··· MATERIALS PROVIDED
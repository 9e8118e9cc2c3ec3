import { TextInput, type TextInputProps } from '@mantine/core';
import { useState, type ChangeEvent } from 'react';
import { browserDateFormat, dateInWords, howToType, readTypedDate } from './typed-date';

export type DateFieldProps = Omit<TextInputProps, 'type' | 'placeholder'>;

/**
 * A date typed as text and kept exactly as typed. Beside it the field says in words which day it
 * understood ("14 March 2025"); whether that day is allowed is the form's rule (`dateRule`).
 */
export function DateField({ description, onChange, value, defaultValue, ...props }: DateFieldProps) {
  const [text, setText] = useState(String(value ?? defaultValue ?? ''));
  const shown = value === undefined ? text : String(value ?? '');
  const format = browserDateFormat();
  const read = readTypedDate(shown, format);
  const hint = read.kind === 'date' ? dateInWords(read.iso) : read.kind === 'empty' ? howToType(format) : null;
  return (
    <TextInput
      {...props}
      value={value === undefined ? undefined : shown}
      defaultValue={value === undefined ? defaultValue : undefined}
      onChange={(e: ChangeEvent<HTMLInputElement>) => {
        setText(e.currentTarget.value);
        onChange?.(e);
      }}
      placeholder={format.pattern === 'YYYY-MM-DD' ? 'YYYY-MM-DD' : `e.g. 2025-03-14`}
      autoComplete="off"
      description={
        description || hint ? (
          <>
            {description}
            {description && hint ? ' · ' : null}
            {hint && <span data-testid="date-in-words">{hint}</span>}
          </>
        ) : undefined
      }
    />
  );
}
······
» REQUIREMENT:
In full and word for word, repeat the records.

» REPLY TO THE EXERCISE:
repository 9e8118e9cc2c3ec3
import { TextInput, type TextInputProps } from '@mantine/core';
import { useState, type ChangeEvent } from 'react';
import { browserDateFormat, dateInWords, howToType, readTypedDate } from './typed-date';

export type DateFieldProps = Omit<TextInputProps, 'type' | 'placeholder'>;

/**
 * A date typed as text and kept exactly as typed. Beside it the field says in words which day it
 * understood ("14 March 2025"); whether that day is allowed is the form's rule (`dateRule`).
 */
export function DateField({ description, onChange, value, defaultValue, ...props }: DateFieldProps) {
  const [text, setText] = useState(String(value ?? defaultValue ?? ''));
  const shown = value === undefined ? text : String(value ?? '');
  const format = browserDateFormat();
  const read = readTypedDate(shown, format);
  const hint = read.kind === 'date' ? dateInWords(read.iso) : read.kind === 'empty' ? howToType(format) : null;
  return (
    <TextInput
      {...props}
      value={value === undefined ? undefined : shown}
      defaultValue={value === undefined ? defaultValue : undefined}
      onChange={(e: ChangeEvent<HTMLInputElement>) => {
        setText(e.currentTarget.value);
        onChange?.(e);
      }}
      placeholder={format.pattern === 'YYYY-MM-DD' ? 'YYYY-MM-DD' : `e.g. 2025-03-14`}
      autoComplete="off"
      description={
        description || hint ? (
          <>
            {description}
            {description && hint ? ' · ' : null}
            {hint && <span data-testid="date-in-words">{hint}</span>}
          </>
        ) : undefined
      }
    />
  );
}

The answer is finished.